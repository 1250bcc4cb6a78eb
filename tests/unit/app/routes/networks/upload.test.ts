import { beforeAll, describe, expect, it } from "vitest";
import { getDb } from "#app/lib/db.server.ts";
import { UPLOAD_LIMIT_BYTES } from "#app/lib/imports/uploadLimits.ts";
import { nextFreeName } from "#app/lib/networkNames.ts";
import { loader as exportNetwork } from "#app/routes/api/network-export.ts";
import { action as upload, loader as uploadPage } from "#app/routes/networks/upload.tsx";
import { validateNetwork } from "#solver/schema.ts";
import { readRevision } from "#db/networks.ts";
import { call, getRequest } from "../harness.ts";
import { fixtureText, makeTeam, networkFromFixture, rowCounts, uploadRequest, type TeamFixture } from "../teamFixtures.ts";

let team: TeamFixture;
const tarnHead = fixtureText("tarn-head-calder-flats.json");

beforeAll(async () => {
  team = await makeTeam("Upload");
});

const send = (fields: Record<string, string>, text: string | null, cookie: string, headers?: Record<string, string>) =>
  call(upload, uploadRequest("/networks/upload", { teamId: String(team.teamId), ...fields }, text === null ? null : { name: "study.json", text }, { cookie, headers }));

describe("upload page", () => {
  it("offers only the teams the caller may create networks in", async () => {
    expect((await call(uploadPage, getRequest("/networks/upload", team.cookies.editor))).body.teams.map((t: { id: number }) => t.id)).toContain(team.teamId);
    expect((await call(uploadPage, getRequest("/networks/upload", team.cookies.viewer))).body.teams.map((t: { id: number }) => t.id)).not.toContain(team.teamId);
  });

  it("previews a valid file without saving it", async () => {
    const before = await rowCounts();
    const outcome = await send({ intent: "preview" }, tarnHead, team.cookies.editor);
    expect(outcome.status).toBe(200);
    expect(outcome.body).toMatchObject({ ok: true, fileName: "study.json", preview: { counts: { buses: 6, transformers: 2 }, voltageLevelsKV: [66, 11] } });
    expect(await rowCounts()).toEqual(before);
  });

  it("creates the network from a valid file and opens it", async () => {
    const outcome = await send({ intent: "create" }, tarnHead, team.cookies.editor);
    expect(outcome.status).toBe(302);
    const networkId = Number(outcome.headers.get("Location")!.split("/").pop());
    const stored = await readRevision(await getDb(), networkId, 1);
    const expected = validateNetwork(JSON.parse(tarnHead));
    expect(expected.ok && stored?.document).toEqual(expected.ok ? expected.network : null);
    expect(stored?.message).toBe("Uploaded from study.json");
  });

  it("asks before uploading a name the team already has, then saves the next revision or a network of its own, never a twin by accident", async () => {
    const db = await getDb();
    const text = JSON.stringify({ ...JSON.parse(tarnHead), name: "Fell crossing option B" });
    const first = await send({ intent: "create" }, text, team.cookies.editor);
    const networkId = Number(first.headers.get("Location")!.split("/").pop());

    const preview = await send({ intent: "preview" }, text, team.cookies.editor);
    expect(preview.body.sameName).toMatchObject({ id: networkId, name: "Fell crossing option B", revision: 1 });

    const before = await rowCounts();
    const unasked = await send({ intent: "create" }, text, team.cookies.editor);
    expect(unasked.status).toBe(409);
    expect(unasked.body.error).toMatch(/already has a network named "Fell crossing option B"/);
    expect(await rowCounts()).toEqual(before);

    const stale = await send({ intent: "create", sameName: "revision", sameNameRevision: "7" }, text, team.cookies.editor);
    expect(stale.status).toBe(409);
    expect(stale.body.error).toMatch(/now at revision 1/);
    expect(await rowCounts()).toEqual(before);

    const asRevision = await send({ intent: "create", sameName: "revision", sameNameRevision: "1" }, text, team.cookies.editor);
    expect(asRevision.headers.get("Location")).toBe(`/networks/${networkId}`);
    expect((await readRevision(db, networkId, 2))?.message).toBe("Uploaded from study.json");

    const asCopy = await send({ intent: "create", sameName: "copy" }, text, team.cookies.editor);
    const copyId = Number(asCopy.headers.get("Location")!.split("/").pop());
    expect(copyId).not.toBe(networkId);
    expect(((await readRevision(db, copyId, 1))?.document as { name: string }).name).toBe("Fell crossing option B (2)");
  });

  it("numbers a copy after the names the team already has, ignoring case and spacing", () => {
    expect(nextFreeName("Tarn Head", ["Other"])).toBe("Tarn Head");
    expect(nextFreeName("Tarn Head", ["tarn  head", "Tarn Head (2)"])).toBe("Tarn Head (3)");
  });

  it("refuses an invalid file with each problem's path, and saves nothing", async () => {
    const broken = JSON.parse(tarnHead);
    broken.lines[0].toBus = "b-nowhere";
    broken.buses[0].nominalKV = "eleven";
    const before = await rowCounts();
    const outcome = await send({ intent: "create" }, JSON.stringify(broken), team.cookies.editor);
    expect(outcome.status).toBe(400);
    expect(outcome.body.issues.map((i: { path: string }) => i.path)).toEqual(expect.arrayContaining(["buses[0].nominalKV"]));
    expect(await rowCounts()).toEqual(before);
  });

  it("gives the line and column of broken JSON", async () => {
    const outcome = await send({ intent: "preview" }, '{\n  "format": "kilostep.network",\n  "version": 1\n  "name": "x"\n}', team.cookies.editor);
    expect(outcome.status).toBe(400);
    expect(outcome.body.error).toMatch(/line 4, column 3/);
  });

  it("refuses a file over 5 MB by its size", async () => {
    const outcome = await send({ intent: "create" }, "x".repeat(UPLOAD_LIMIT_BYTES + 10), team.cookies.editor);
    expect(outcome.status).toBe(400);
    expect(outcome.body.error).toBe("A network file may be at most 5.0 MB; this one is 5.0 MB.");
  });

  it("refuses a request whose declared length is over the limit before reading it (413)", async () => {
    const outcome = await send({ intent: "create" }, tarnHead, team.cookies.editor, { "Content-Length": String(6 * 1024 * 1024) });
    expect(outcome.status).toBe(413);
    expect(outcome.body).toMatch(/at most 5\.1 MB/);
  });

  it("refuses a form posted from another site's page (403), before anything is read", async () => {
    const before = await rowCounts();
    const outcome = await send({ intent: "create" }, tarnHead, team.cookies.editor, { Origin: "https://evil.example", Host: "kilostep.test" });
    expect(outcome.status).toBe(403);
    expect(outcome.body).toMatch(/another site/);
    expect(await rowCounts()).toEqual(before);
  });

  it("refuses a viewer (403) and an outsider (404), and a request without a file", async () => {
    expect((await send({ intent: "create" }, tarnHead, team.cookies.viewer)).status).toBe(403);
    expect((await send({ intent: "create" }, tarnHead, team.cookies.outsider)).status).toBe(404);
    const none = await send({ intent: "create" }, null, team.cookies.editor);
    expect(none.status).toBe(400);
    expect(none.body.error).toBe("Choose a network file to upload.");
  });
});

describe("GET /api/networks/:id/export", () => {
  it("downloads the current document as a file that uploads back to the same network", async () => {
    const networkId = await networkFromFixture(team);
    const outcome = await call(exportNetwork, getRequest(`/api/networks/${networkId}/export`, team.cookies.viewer), { networkId: String(networkId) });
    expect(outcome.status).toBe(200);
    expect(outcome.headers.get("Content-Disposition")).toBe('attachment; filename="tarn-head-to-calder-flats-fictional-r1.json"');
    const roundTrip = await send({ intent: "preview" }, JSON.stringify(outcome.body), team.cookies.editor);
    expect(roundTrip.body.ok).toBe(true);
    const stored = await readRevision(await getDb(), networkId, 1);
    expect(outcome.body).toEqual(stored?.document);
  });

  it("answers 404 for an unknown revision and for someone outside the team", async () => {
    const networkId = await networkFromFixture(team);
    const missing = await call(exportNetwork, getRequest(`/api/networks/${networkId}/export?revision=9`, team.cookies.viewer), { networkId: String(networkId) });
    expect(missing.status).toBe(404);
    expect(missing.body.error).toMatch(/no revision "9"/);
    const outsider = await call(exportNetwork, getRequest(`/api/networks/${networkId}/export`, team.cookies.outsider), { networkId: String(networkId) });
    expect(outsider.status).toBe(404);
  });
});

- [Task]: Please make an exact copy of the lines above from the line with "beforeAll(async () =>" through the line with "teamId: String(team.teamId), ...fields", both ends included.

- [Your solution]:
beforeAll(async () => {
  team = await makeTeam("Upload");
});

const send = (fields: Record<string, string>, text: string | null, cookie: string, headers?: Record<string, string>) =>
  call(upload, uploadRequest("/networks/upload", { teamId: String(team.teamId), ...fields }, text === null ? null : { name: "study.json", text }, { cookie, headers }));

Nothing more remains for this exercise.